FILE - Al-Shabab fighters march during military exercises in the Lafofe area, some 18 kilometers (11 miles) south of Mogadishu, Somalia, Feb. 17, 2011.
FILE - Al-Shabab fighters march during military exercises in the Lafofe area, some 18 kilometers (11 miles) south of Mogadishu, Somalia, Feb. 17, 2011.

One of the most senior foreign fighters with Somali militant group al-Shabab says he has defected and is now in Mogadishu with the Somali government.

Zubair al-Muhajir traveled from London to join the group in 2006. He rose through the ranks and ultimately became a member of al-Shabab’s Shura Council of religious scholars.

Al-Muhajir, originally from Ivory Coast, told the VOA Somali program Investigative Dossier that he fell out with the group in 2013 when its Amniyat force arrested him and imprisoned him for three years.

"I defected because al-Shabab, they are lying to the Muslims and to the world,” he said. “They are claiming to implement the Sharia (Islamic law) which is not true because I know from incidents where they went against the Sharia.”

He says the group uses Sharia just to “betray the people, fool them, and lie to them.”

"The reality of their actions is totally against their Sharia – they are killing innocent people and they are lying to the people.”

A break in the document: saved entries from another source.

def test_left_alone_findings_say_their_own_advice_not_the_catalogues(ds: Path) -> None:
    # BIDS: RepetitionTime is in seconds; 1e12 is no TR in seconds nor, divided by 1000,
    # in milliseconds (common practice (no source): TRs lie within seconds), so the
    # finding's own hint, not the catalogue's "divide by 1000", is what fix must repeat
    from slicetime.codes import RULES

    rel = run_path("01")
    write_run(ds, rel, SHAPE, tr=TR, sidecar={"RepetitionTime": 1e12,
                                              "SliceTiming": interleaved()})
    finding = next(f for r in audit_paths([ds]).runs for f in r.findings
                   if f.code == "tr/units-ms")
    assert finding.hint and finding.hint != RULES["tr/units-ms"].fix
    result = fix(ds)
    line = next(x for x in result.output.splitlines() if "tr/units-ms ×1" in x)
    assert finding.hint in line, result.output
    assert (RULES["tr/units-ms"].fix or "") not in result.output


def test_left_alone_findings_with_many_own_hints_are_summed_up(ds: Path) -> None:
    # NIfTI-1: pixdim[4] with xyzt_units seconds; a header TR a thousand times the
    # sidecar's gets a hint naming its own pixdim[4], so five runs with five values
    # give five hints: HINTS_SHOWN of them are printed, the rest summed in one line
    from slicetime.interfaces.terminal import HINTS_SHOWN

    for i in range(HINTS_SHOWN + 2):
        rel = run_path(f"0{i}")
        write_run(ds, rel, SHAPE, tr=(TR + i) * 1000,
                  sidecar={"RepetitionTime": TR + i, "SliceTiming": interleaved()})
    hints = {f.hint for r in audit_paths([ds]).runs for f in r.findings
             if f.code == "header/tr-disagrees"}
    assert len(hints) == HINTS_SHOWN + 2
    lines = [x for x in fix(ds).output.splitlines() if "header/tr-disagrees ×" in x]
    assert len(lines) == HINTS_SHOWN + 1
    assert "2 other hints" in lines[-1] and "header/tr-disagrees ×2" in lines[-1]


def test_a_planned_change_hashes_the_bytes_it_read_without_reading_the_file_again(
        ds: Path, monkeypatch: pytest.MonkeyPatch) -> None:
    # the plan's sha256_before is the SHA-256 (hashlib, FIPS 180-4) of the sidecar's
    # bytes as planned, taken from the text already read for the edit; no file is
    # hashed again while planning (the transaction re-checks just before it writes)
    import hashlib

    from slicetime.pipelines import fix as fixing
    from slicetime.pipelines import journal

    rel = run_path("01")
    write_run(ds, rel, shape=SHAPE, tr=TR,
              sidecar={"RepetitionTime": TR, "SliceTiming": [t * 1000 for t in interleaved()]})
    hashed: list[str] = []
    real = journal.file_sha256

    def counting(path: Path) -> str:
        hashed.append(str(path))
        return real(path)

    monkeypatch.setattr(journal, "file_sha256", counting)
    plan = fixing.plan_fix([ds])
    sidecar = ds / sidecar_of(rel)
    changed = [c for c in plan.changes if c.file == sidecar_of(rel)]
    assert len(changed) == 1, [c.file for c in plan.changes]
    assert changed[0].sha256_before == hashlib.sha256(sidecar.read_bytes()).hexdigest()
    assert [h for h in hashed if h.endswith(".json") and "dataset_description" not in h] == []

Investigative Dossier verified Zubair al-Muhajir’s identity and defection through Somali officials and previous al-Shabab defectors.

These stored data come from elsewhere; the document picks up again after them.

"""What the commands share: option groups declared once, the lazy registry choice,
the one-line error (exit 2) and the crash guard, and the executor and source
cross-check the options ask for.

Exit codes (contract): 0 nothing at or above ``--fail-on``; 1 findings at or
above it; 2 bad usage or unreadable input given explicitly. A user's mistake
or a bad file never produces a traceback: it is one line on stderr.
"""

from __future__ import annotations

import contextlib
import functools
import os
import sys
from collections.abc import Callable, Iterator, Sequence
from pathlib import Path
from typing import Any, Literal, NoReturn, TypeVar

import click

from slicetime.interfaces.entry import EXIT_INTERRUPTED as ENTRY_EXIT_INTERRUPTED
from slicetime.interfaces.entry import STARTING
from slicetime.interfaces.screen import say

F = TypeVar("F", bound=Callable[..., Any])

EXIT_FINDINGS = 1
EXIT_USAGE = 2
EXIT_INTERNAL = 3
#: 128 + SIGINT's number 2, as a shell reports a process a Ctrl-C ended (the entry
#: point's, which it needs before click loads)
EXIT_INTERRUPTED = ENTRY_EXIT_INTERRUPTED


class RegistryChoice(click.Choice):
    """A choice read from a registry the first time click needs it (parsing the option,
    help, completion), so that starting the command line imports no registry (the
    engines import numpy). Adding an engine to ``ENGINES`` adds it to ``--method``."""

    def __init__(self, load: Callable[[], Sequence[str]]) -> None:
        self._load = load
        self._names: tuple[str, ...] | None = None
        super().__init__([])

    @property  # click declares choices as a plain attribute
    def choices(self) -> tuple[str, ...]:
        if self._names is None:
            self._names = tuple(self._load())
        return self._names

    @choices.setter
    def choices(self, value: Sequence[str]) -> None:
        pass  # click.Choice.__init__ stores the (empty) list given: the registry decides


# --------------------------------------------------------------------------- option groups
# Options several commands share, declared once: a command applies the group where its
# options stood (click lists options in decorator order), and keeps their names.


def _options(*decorators: Callable[[F], F]) -> Callable[[F], F]:
    """Several click options as one decorator, listed in the order given."""

    def apply(fn: F) -> F:
        for decorate in reversed(decorators):
            fn = decorate(fn)
        return fn

    return apply


def walking_options(verb: str) -> Callable[[F], F]:
    """``--include-derivatives``, ``--include-sourcedata``, ``--include-hidden``: the
    parts of a dataset the walk leaves out by default. ``verb``: what the command does
    to the runs found there ("audit", "correct")."""
    return _options(
        click.option("--include-derivatives", is_flag=True,
                     help=f"Also {verb} runs in derivatives/."),
        click.option("--include-sourcedata", is_flag=True,
                     help=f"Also {verb} runs in sourcedata/."),
        click.option("--include-hidden", is_flag=True,
                     help=f"Also {verb} hidden folders and files."),
    )


def former_spelling(old: str, new: str) -> None:
    """The notice (on standard error, so a JSON document on standard output stays
    clean) that an option was used under the spelling of an earlier release, which is
    read, hidden from help, until the next release (DEVELOPERS.md, "Option names")."""
    say(f"slicetime: {old} is now spelt {new}; the former spelling is read until "
        "the next release", err=True)


#: what ``--jobs`` defaults to (``pipelines.executor.make_executor``): header-only work
#: (audit, fix) and work that reads image data (correct)
JOBS_LIGHT = ("one per CPU; a single process on a machine with 1 or 2 CPUs, where more "
              "would be slower")
JOBS_AUDIT = ("one per CPU; on a machine with 1 or 2 CPUs, a single process unless the "
              "machine is idle and there are 500 runs or more")
JOBS_HEAVY = "one per CPU; each needs memory for a run of its own"


def executor_options(*, default: str, shared: str = "Files") -> Callable[[F], F]:
    """``--jobs`` and ``--scheduler``: where the runs are processed. ``default`` names
    the command's default for ``--jobs`` (:data:`JOBS_LIGHT`, :data:`JOBS_AUDIT`,
    :data:`JOBS_HEAVY`); ``shared``: what the Dask workers must see."""
    return _options(
        click.option("--jobs", type=click.IntRange(min=1), default=None,
                     metavar="N",
                     help=f"Use N worker processes on this machine. Default: {default}."),
        click.option("--scheduler", metavar="ADDRESS",
                     help="Run on a Dask cluster: the address of its scheduler "
                     f"(tcp://host:8786). {shared} must be on a file system the workers "
                     "share."),
    )


def policy_option(purpose: str = "") -> Callable[[F], F]:
    """``--policy FILE``; ``purpose``: what this command uses the policy for."""
    return click.option(
        "--policy", "policy_file", type=click.Path(path_type=Path, dir_okay=False),
        help="Lab policy (TOML). Default: slicetime-policy.toml at the dataset root."
        + (f" {purpose}" if purpose else ""))


def source_options(*, switch: bool = True, purpose: str = "") -> Callable[[F], F]:
    """``--source/--no-source`` (when ``switch``) and ``--source-map``: the cross-check
    with the DICOM series under sourcedata/ (:func:`source_settings` reads them)."""
    source_map = click.option(
        "--source-map", "source_map", type=click.Path(path_type=Path, dir_okay=False),
        help="TSV of run path and series folder (relative to the dataset root, or "
        "absolute): these matches win over SeriesNumber and geometry."
        + (f" {purpose}" if purpose else ""))
    if not switch:
        return source_map
    return _options(
        click.option("--source/--no-source", "source_check", default=None,
                     help="Check each run against its DICOM series under sourcedata/ "
                     "(default: on when the dataset has a sourcedata/ folder; --source also "
                     "notes runs without a series)."),
        source_map,
    )


def say_finished_despite_interrupt(work: str) -> None:
    """The line for a Ctrl-C (or SIGTERM) that arrived after ``work`` was done, while
    its records were written or its summary printed: it was noted, not obeyed, so the
    command finished and exits as it would have (``pipelines.signals``)."""
    say(f"slicetime: Ctrl-C came after {work} was done; it finished as reported above",
        err=True)


def interrupted(what: str) -> NoReturn:
    """Ctrl-C: the one line saying where the command was and what was and was not
    written (``what``: "while ...", "before ...", or "; ..." when the rest says it),
    exit 130."""
    say(f"slicetime: interrupted{'' if what.startswith(';') else ' '}{what}", err=True)
    sys.exit(EXIT_INTERRUPTED)


@contextlib.contextmanager
def on_interrupt(what: str, point: str | None = None) -> Iterator[None]:
    """A Ctrl-C inside the block ends the command with :func:`interrupted` (``what``).
    An interrupt that carries its own account (the executor's ``Interrupted``, a
    transaction's) is caught inside the block, before this. ``point``: the tests' hook
    (``pipelines.signals.test_point``) as the block starts."""
    from slicetime.pipelines.signals import test_point

    try:
        if point is not None:
            test_point(point)
        yield
    except KeyboardInterrupt:
        interrupted(what)


def starting(command: str) -> contextlib.AbstractContextManager[None]:
    """A command's start (its imports, its options read and checked), before its first
    stage that tells a Ctrl-C itself: nothing is written there, and a Ctrl-C says so,
    not :func:`friendly`'s "what was written, if anything, is not known". The tests'
    hook is ``<command>:start``."""
    return on_interrupt(STARTING, f"{command}:start")


def interruptible(what: str, point: str | None = None) -> Callable[[F], F]:
    """A command whose every Ctrl-C not told more precisely inside ends with
    :func:`interrupted` (``what``): for commands that write no file, or as the outer
    line under the stages they tell themselves. Placed under ``@friendly``."""

    def decorate(fn: F) -> F:
        @functools.wraps(fn)
        def wrapper(*args: Any, **kwargs: Any) -> Any:
            with on_interrupt(what, point):
                return fn(*args, **kwargs)

        return wrapper  # type: ignore[return-value]  # functools.wraps keeps the signature

    return decorate


class UserError(click.ClickException):
    """A one-line problem with what the user asked for (exit 2)."""

    exit_code = EXIT_USAGE

    def show(self, file: Any = None) -> None:
        say(f"slicetime: {self.format_message()}", err=True)


def friendly(fn: F) -> F:
    """Turn reader errors into one-line messages and unexpected crashes into exit 3."""

    @functools.wraps(fn)
    def wrapper(*args: Any, **kwargs: Any) -> Any:
        from slicetime.pipelines.errors import NoRunsError
        from slicetime.readers.atomic import WriteRefused
        from slicetime.readers.errors import ReadError

        try:
            return fn(*args, **kwargs)
        except ReadError as exc:
            raise UserError(exc.message) from None
        except WriteRefused as exc:
            from slicetime.interfaces.safe_text import xml_safe

            raise UserError(xml_safe(str(exc))) from None
        except NoRunsError as exc:
            raise UserError(str(exc)) from None
        except (click.ClickException, click.exceptions.Exit, click.Abort, SystemExit):
            raise
        except KeyboardInterrupt:  # a command that did not say where it was (none should)
            interrupted("(what was written, if anything, is not known)")
        except BrokenPipeError:
            sys.exit(0)
        except Exception as exc:  # a bug: keep the user's terminal clean, allow debugging
            if os.environ.get("SLICETIME_DEBUG"):
                raise
            say(f"slicetime: internal error ({type(exc).__name__}: {exc}); "
                "rerun with SLICETIME_DEBUG=1 for the traceback and please report it",
                err=True)
            sys.exit(EXIT_INTERNAL)

    return wrapper  # type: ignore[return-value]  # functools.wraps keeps the signature


def source_settings(check: bool | None, source_map: Path | None) -> Any:
    """The source cross-check the options ask for (a bad map file: exit 2)."""
    from slicetime.readers.source import SourceOptions, load_source_map

    mapping = load_source_map(source_map) if source_map is not None else {}
    mode: Literal["auto", "on", "off"] = (
        "off" if check is False else "on" if check or mapping else "auto")
    return SourceOptions(mode=mode, mapping=mapping)


@contextlib.contextmanager
def run_executor(jobs: int | None, scheduler: str | None, *, light: bool = True,
                 small_results: bool = False) -> Iterator[Any]:
    """The executor the options ask for; a note on stderr of where the work ran.
    ``light``: header-only work per run (audit, fix); ``small_results``: the workers
    send back little (see ``make_executor``)."""
    from slicetime.pipelines.executor import ExecutorError, make_executor
    from slicetime.words import count

    try:
        executor = make_executor(jobs, scheduler, light=light, small_results=small_results)
    except ExecutorError as exc:
        raise UserError(str(exc)) from None
    try:
        yield executor
    finally:
        stats = executor.stats
        if executor.name == "dask":
            of = (f" of the {stats.cluster_workers} at {scheduler}"
                  if stats.cluster_workers is not None else f" at {scheduler}")
            say(f"slicetime: ran on {count(len(stats.workers), 'Dask worker')}{of}",
                err=True)
        if stats.retried_chunks:
            say(f"slicetime: {count(stats.retried_chunks, 'chunk')} retried after a lost "
                f"worker, {count(stats.lost_items, 'run')} lost twice", err=True)
        executor.close()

In 2011, al-Muhajir was head of a committee appointed by al-Shabab to mediate a bitter dispute between the late leader Ahmed Abdi Godane and three other commanders – Ibrahim al-Afghani, Mukhtar Robow Abu Mansour and Fuad Mohamed Khalaf Shongole.

Godane rejected his mediation efforts and the dispute led to the execution of al-Afghani in June 2013. Robow eventually defected while Shongole is still with al-Shabab.

At the time, al-Shabab detained a number of other commanders and figures suspected of opposing Godane. Zubair al-Muhajir says he was one of the detained.

Al-Muhajir says before his defection in October 2019, al-Shabab visited a small shop he ran in Galhareri and asked him to pay zakat. He said he told them he was ready to pay taxes but could not afford zakat, which is based on a certain amount of accumulated wealth.

"I have an argument with about paying zakat and taxes,” he said. “I showed them that if they want to take taxes from me, I’m ready to give them the taxes but if they want zakat from me, I’m not among the people who pay the zakat.”

The Somali government has an open amnesty program for those defecting from al-Shabab as long as they renounce violence and the ideology.

Al-Muhajir says he first went to the African Union Mission based at the Mogadishu airport. He is now at a Somali government safe house. He says he is still waiting to hear from the government on what program they have for him.

But Zubair al-Muhajir is clear on what he wants the Somali government to do.

"They have to take the issue of al-Shabab seriously, otherwise they will still kill the innocent people and do it in the name of Sharia,” he said. "They have to take the fight with al-Shabab on the ideology side, because this is the side which is boosting al-Shabab. If the people realize that the ideology is wrong with Islamic proofs, I think al-Shabab will no longer be there for a long time.”